Literature DB >> 12566076

Use of the A(2A) adenosine receptor as a physiological immunosuppressor and to engineer inflammation in vivo.

Michail V Sitkovsky1.   

Abstract

Inflammation must be inhibited in order to treat, e.g., sepsis or autoimmune diseases or must be selectively enhanced to improve, for example, immunotherapies of tumors or the development of vaccines. Predictable enhancement of inflammation depends upon the knowledge of the "natural" pathways by which it is down-regulated in vivo. Extracellular adenosine and A(2A) adenosine (purinergic) receptors were identified recently as anti-inflammatory signals and as sensors of excessive inflammatory tissue damage, respectively (Ohta A and Sitkovsky M, Nature 2001;414:916-20). These molecules may function as an important part of a physiological "metabolic switch" mechanism, whereby the inflammatory stimuli-produced local tissue damage and hypoxia cause adenosine accumulation and signaling through cyclic AMP-elevating A(2A) adenosine receptors in a delayed negative feedback manner. Patterns of A(2A) receptor expression are activation- and differentiation-dependent, thereby allowing for the "acquisition" of an immunosuppressive "OFF button" and creation of a time-window for immunomodulation.

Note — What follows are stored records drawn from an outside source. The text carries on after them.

"""Selection, hover and preview: what the views share, in data terms.

Views never talk to each other. Each turns its own gestures into row indices
of the shown track and writes them here; every view redraws from here. Setters
compare before emitting, so a view that reacts to its own change cannot start
an update loop.
"""
from __future__ import annotations

from typing import Any

import numpy as np

from .document import Signal

_EMPTY = np.zeros(0, dtype=np.int64)


class EditorState:
    """Which track is shown, which rows are selected and hovered, and the pending preview.

    Signals
    -------
    track_changed(int), selection_changed(ndarray), hover_changed(int | None),
    preview_changed(object | None)
    """

    def __init__(self) -> None:
        self.track_changed = Signal()
        self.selection_changed = Signal()
        self.hover_changed = Signal()
        self.preview_changed = Signal()
        self._track = 0
        self._selection = _EMPTY
        self._hover: int | None = None
        self._preview: Any = None

    @property
    def track(self) -> int:
        return self._track

    def set_track(self, index: int) -> None:
        if index != self._track:
            self._track = index
            self.set_selection(_EMPTY)
            self.set_hover(None)
            self.set_preview(None)
            self.track_changed.emit(index)

    @property
    def selection(self) -> np.ndarray:
        """Sorted unique row indices of the selected points (empty: nothing selected)."""
        return self._selection

    def set_selection(self, rows) -> None:
        rows = np.unique(np.asarray(rows, dtype=np.int64))
        if not np.array_equal(rows, self._selection):
            self._selection = rows
            self.selection_changed.emit(rows)

    def select_range(self, start: int, stop: int) -> None:
        """Select rows ``start`` to ``stop - 1``."""
        self.set_selection(np.arange(max(start, 0), max(stop, start), dtype=np.int64))

    @property
    def hover(self) -> int | None:
        return self._hover

    def set_hover(self, row: int | None) -> None:
        row = None if row is None else int(row)
        if row != self._hover:
            self._hover = row
            self.hover_changed.emit(row)

    @property
    def preview(self) -> Any:
        """The proposal being previewed (see :mod:`editor.processing.proposal`) or ``None``."""
        return self._preview

    def set_preview(self, proposal: Any) -> None:
        if proposal is not self._preview:
            self._preview = proposal
            self.preview_changed.emit(proposal)
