"""The document: tracks of segments, routes, waypoints and file-level data.

A track keeps the points of all its segments in one :class:`PointTable`;
``segment_starts[k]`` is the row where segment ``k`` begins (the first is
always 0, empty segments repeat the next start). Views and tools address
points of a track by row index, which keeps selections and proposals plain
integer arrays.

Everything the model does not interpret (metadata, root attributes and
namespace declarations, track/segment/route extensions, unknown elements) is
kept in ``extra`` fields as opaque values owned by :mod:`editor.io`.
"""
from __future__ import annotations

from dataclasses import dataclass, field
from typing import Any, Callable

import numpy as np
from numpy.typing import ArrayLike

from .points import PointTable


class Signal:
    """A minimal callback list: ``connect``, ``disconnect``, ``emit``.

    Deliberately tiny and Qt-free so the core runs in the command line and in
    tests without an event loop.
    """

    def __init__(self) -> None:
        self._slots: list[Callable[..., Any]] = []

    def connect(self, slot: Callable[..., Any]) -> None:
        if slot not in self._slots:
            self._slots.append(slot)

    def disconnect(self, slot: Callable[..., Any]) -> None:
        if slot in self._slots:
            self._slots.remove(slot)

    def emit(self, *args: Any) -> None:
        for slot in list(self._slots):
            slot(*args)


@dataclass(eq=False)
class Track:
    """One ``<trk>``.

    Attributes
    ----------
    points : all points of all segments, in file order.
    segment_starts : int64 array, row of each segment's first point.
    name : the track's ``<name>`` or ``None``.
    extra : opaque payload for the other track children.
    segment_extra : list, one opaque payload per segment (its ``<extensions>``).
    """

    points: PointTable = field(default_factory=PointTable.empty)
    segment_starts: np.ndarray = field(default_factory=lambda: np.zeros(1, dtype=np.int64))
    name: str | None = None
    extra: Any = None
    segment_extra: list = field(default_factory=lambda: [None])

    def __post_init__(self) -> None:
        self.segment_starts = np.asarray(self.segment_starts, dtype=np.int64)
        if len(self.segment_extra) != len(self.segment_starts):
            raise ValueError("segment_extra must have one entry per segment")
        check_segment_starts(self.segment_starts, len(self.points))

    @property
    def segment_count(self) -> int:
        return len(self.segment_starts)

    def segment_bounds(self) -> list[tuple[int, int]]:
        """``(start, stop)`` row range of every segment."""
        stops = np.append(self.segment_starts[1:], len(self.points))
        return list(zip(self.segment_starts.tolist(), stops.tolist()))

    def segment_of(self, rows: ArrayLike) -> np.ndarray:
        """Segment number of each row."""
        return np.searchsorted(self.segment_starts, np.asarray(rows), side="right") - 1

    def copy(self) -> "Track":
        """An independent copy that later edits cannot reach: new point table and segment lists
        (the opaque payloads are immutable and shared)."""
        return Track(points=self.points.copy(), segment_starts=self.segment_starts.copy(), name=self.name,
                     extra=self.extra, segment_extra=list(self.segment_extra))

    def snapshot(self) -> "Track":
        """A copy that later edits cannot reach, made in no time: the point columns are shared, which is
        safe because edits never write into a document's arrays (they copy on write)."""
        return Track(points=self.points.shared(), segment_starts=self.segment_starts.copy(), name=self.name,
                     extra=self.extra, segment_extra=list(self.segment_extra))

    def equals(self, other: "Track") -> bool:
        return (self.points.equals(other.points)
                and np.array_equal(self.segment_starts, other.segment_starts)
                and self.name == other.name and self.extra == other.extra
                and list(self.segment_extra) == list(other.segment_extra))


def check_segment_starts(starts: np.ndarray, n_points: int) -> None:
    if len(starts) == 0 or starts[0] != 0:
        raise ValueError("a track needs at least one segment and the first starts at row 0")
    if np.any(np.diff(starts) < 0) or starts[-1] > n_points:
        raise ValueError(f"segment starts {starts.tolist()} are not ordered within {n_points} points")


@dataclass(eq=False)
class Route:
    """One ``<rte>``: an ordered list of route points, no segments."""

    points: PointTable = field(default_factory=PointTable.empty)
    name: str | None = None
    extra: Any = None

    def copy(self) -> "Route":
        """An independent copy (new point table; the opaque payload is shared)."""
        return Route(points=self.points.copy(), name=self.name, extra=self.extra)

    def snapshot(self) -> "Route":
        """Like :meth:`Track.snapshot`: the columns are shared."""
        return Route(points=self.points.shared(), name=self.name, extra=self.extra)

    def equals(self, other: "Route") -> bool:
        return self.points.equals(other.points) and self.name == other.name and self.extra == other.extra


@dataclass(eq=False)
class Document:
    """A whole GPX file as the editor sees it.

    ``changed`` is emitted once per applied edit with the index of the track
    it touched (``None`` for document-wide changes).
    """

    tracks: list[Track] = field(default_factory=list)
    routes: list[Route] = field(default_factory=list)
    waypoints: PointTable = field(default_factory=PointTable.empty)
    #: opaque file-level payload (root attributes, namespaces, metadata, root extensions)
    extra: Any = None
    #: where the document was read from, if anywhere
    source_path: str | None = None
    #: problems found while reading that did not stop it (unsorted times, ...), one line each
    warnings: list[str] = field(default_factory=list)
    changed: Signal = field(default_factory=Signal, repr=False)

    def copy(self) -> "Document":
        """An independent copy of the content, not tied to a file (``source_path`` is ``None``)."""
        return Document(tracks=[t.copy() for t in self.tracks], routes=[r.copy() for r in self.routes],
                        waypoints=self.waypoints.copy(), extra=self.extra, source_path=None,
                        warnings=list(self.warnings))

    def snapshot(self) -> "Document":
        """A copy for another thread (a writer), made in no time (see :meth:`Track.snapshot`); it keeps
        ``source_path``."""
        return Document(tracks=[t.snapshot() for t in self.tracks], routes=[r.snapshot() for r in self.routes],
                        waypoints=self.waypoints.shared(), extra=self.extra, source_path=self.source_path,
                        warnings=list(self.warnings))

    def equals(self, other: "Document") -> bool:
        return (len(self.tracks) == len(other.tracks)
                and all(a.equals(b) for a, b in zip(self.tracks, other.tracks))
                and len(self.routes) == len(other.routes)
                and all(a.equals(b) for a, b in zip(self.routes, other.routes))
                and self.waypoints.equals(other.waypoints)
                and self.extra == other.extra)

    @property
    def point_count(self) -> int:
        return sum(len(t.points) for t in self.tracks)
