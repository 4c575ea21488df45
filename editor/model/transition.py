"""The smallest reversible edit that turns a track into a proposed new state.

A tool's proposal is a whole new point table plus, for every proposed row, the
original row it came from (``source_rows``, -1 for an inserted point). Applying
it as "replace the whole table" would keep the whole previous table in the undo
history (about 190 MB per apply at a million points). Instead the step is
spelled out as what changed:

1. delete the original rows the proposal drops,
2. insert the proposal's new rows (and set its segment boundaries),
3. write the values that differ in the kept rows, column by column.

Each part's inverse stores only the rows or cells it replaced; a column that
changes everywhere (smoothing) is swapped whole, so the document and the undo
step share one array instead of copying it. Proposals that cannot be spelled
this way (reordered rows, a changed number of segments) fall back to
:class:`ReplaceTrackPoints`, which shares the unchanged columns.
"""
from __future__ import annotations

from typing import Any

import numpy as np

from .document import Track
from .edits import (
    DeletePoints,
    EditSequence,
    InsertPoints,
    ReplaceTrackPoints,
    SetValues,
)
from .points import ALL_COLUMNS, PointTable

#: When more than this share of a column's rows change, the column is replaced whole (no copy).
WHOLE_COLUMN_SHARE = 0.5


def differs(new: np.ndarray, old: np.ndarray) -> np.ndarray:
    """Per row: do two columns of one kind hold different values? (NaN equals NaN, NaT equals NaT.)"""
    if new is old:
        return np.zeros(len(new), dtype=bool)
    if new.dtype.kind == "f":
        return ~((new == old) | (np.isnan(new) & np.isnan(old)))
    if new.dtype.kind == "M":
        return new.view("int64") != old.view("int64")
    try:  # numpy compares object cells in C (payloads are strings, tuples and plain values)
        result = np.asarray(new != old)
        if result.dtype == bool and result.shape == new.shape:
            return result
    except (TypeError, ValueError):
        pass
    return np.fromiter((a is not b and bool(a != b) for a, b in zip(new.tolist(), old.tolist())),
                       dtype=bool, count=len(new))


def share_unchanged(points: PointTable, original: PointTable) -> PointTable:
    """``points`` (same rows as ``original``) with every column whose values did not change taken
    from ``original``, so that the two tables share those arrays."""
    if len(points) != len(original):
        raise ValueError("share_unchanged needs tables with the same rows")
    columns = points.columns()
    for key in ALL_COLUMNS:
        old = getattr(original, key)
        if columns[key] is not old and columns[key].dtype == old.dtype and not differs(columns[key], old).any():
            columns[key] = old
    return PointTable(**columns)


def transition_edit(track_index: int, original: Track, points: PointTable, segment_starts: np.ndarray,
                    source_rows: np.ndarray, segment_extra: list | None = None) -> Any:
    """The edit that turns ``original`` into ``points`` / ``segment_starts`` / ``segment_extra``.

    ``source_rows[i]`` is the row of ``original`` that proposed row ``i`` comes from, -1 when it
    is new. Applying the result to a document whose track ``track_index`` equals ``original``
    gives exactly the proposed track; its inverse restores exactly ``original``.
    """
    old = original.points
    source_rows = np.asarray(source_rows, dtype=np.int64)
    segment_starts = np.asarray(segment_starts, dtype=np.int64)
    kept_at = np.flatnonzero(source_rows >= 0)
    kept = source_rows[kept_at]
    same_segments = (len(segment_starts) == original.segment_count
                     and (segment_extra is None or list(segment_extra) == list(original.segment_extra)))
    if len(source_rows) != len(points) or not same_segments or np.any(np.diff(kept) <= 0) \
            or (len(kept) and (kept[0] < 0 or kept[-1] >= len(old))):
        return ReplaceTrackPoints(track_index, points, segment_starts, segment_extra)

    steps: list[Any] = []
    removed = np.setdiff1d(np.arange(len(old), dtype=np.int64), kept, assume_unique=True)
    if len(removed):
        steps.append(DeletePoints(track_index, removed))
    starts_after_delete = original.segment_starts - np.searchsorted(removed, original.segment_starts, side="left")
    inserted_at = np.flatnonzero(source_rows < 0)
    if len(inserted_at) or not np.array_equal(segment_starts, starts_after_delete):
        steps.append(InsertPoints(track_index, inserted_at, points.take(inserted_at), segment_starts))

    identity = len(kept) == len(old) == len(points)
    changes = {}
    for key in ALL_COLUMNS:
        new_col, old_col = getattr(points, key), getattr(old, key)
        if identity and new_col is old_col:
            continue
        mask = differs(new_col if len(inserted_at) == 0 else new_col[kept_at],
                       old_col if identity else old_col[kept])
        if mask.any():
            changes[key] = mask
    if changes:
        any_row = np.logical_or.reduce(list(changes.values()))
        if identity and any_row.mean() > WHOLE_COLUMN_SHARE:
            # whole columns: the document will hold these very arrays (see SetValues)
            rows = np.arange(len(points), dtype=np.int64)
            values = {key: getattr(points, key) for key in changes}
        else:
            rows = kept_at[any_row]
            values = {key: getattr(points, key)[rows] for key in changes}
        steps.append(SetValues(track_index, rows, values))
    if len(steps) == 1:
        return steps[0]
    return EditSequence(tuple(steps))


__all__ = ["WHOLE_COLUMN_SHARE", "differs", "share_unchanged", "transition_edit"]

Identification of A(2A) adenosine receptors as "natural" brakes of inflammation provided a useful framework for understanding how tissues regulate inflammation and how to enhance or decrease (engineer) inflammation by targeting this endogenous anti-inflammatory pathway. These findings point to the need of more detailed testing of anti-inflammatory agonists of A(2A) receptors and create a previously unrecognized strategy to enhance inflammation and targeted tissue damage by using antagonists of A(2A) receptors. It is important to further identify the contributions of different types of immune cells at different stages of the inflammatory processes in different tissues to enable the "tailored" treatments with drugs that modulate the signaling through A(2A) purinergic receptors.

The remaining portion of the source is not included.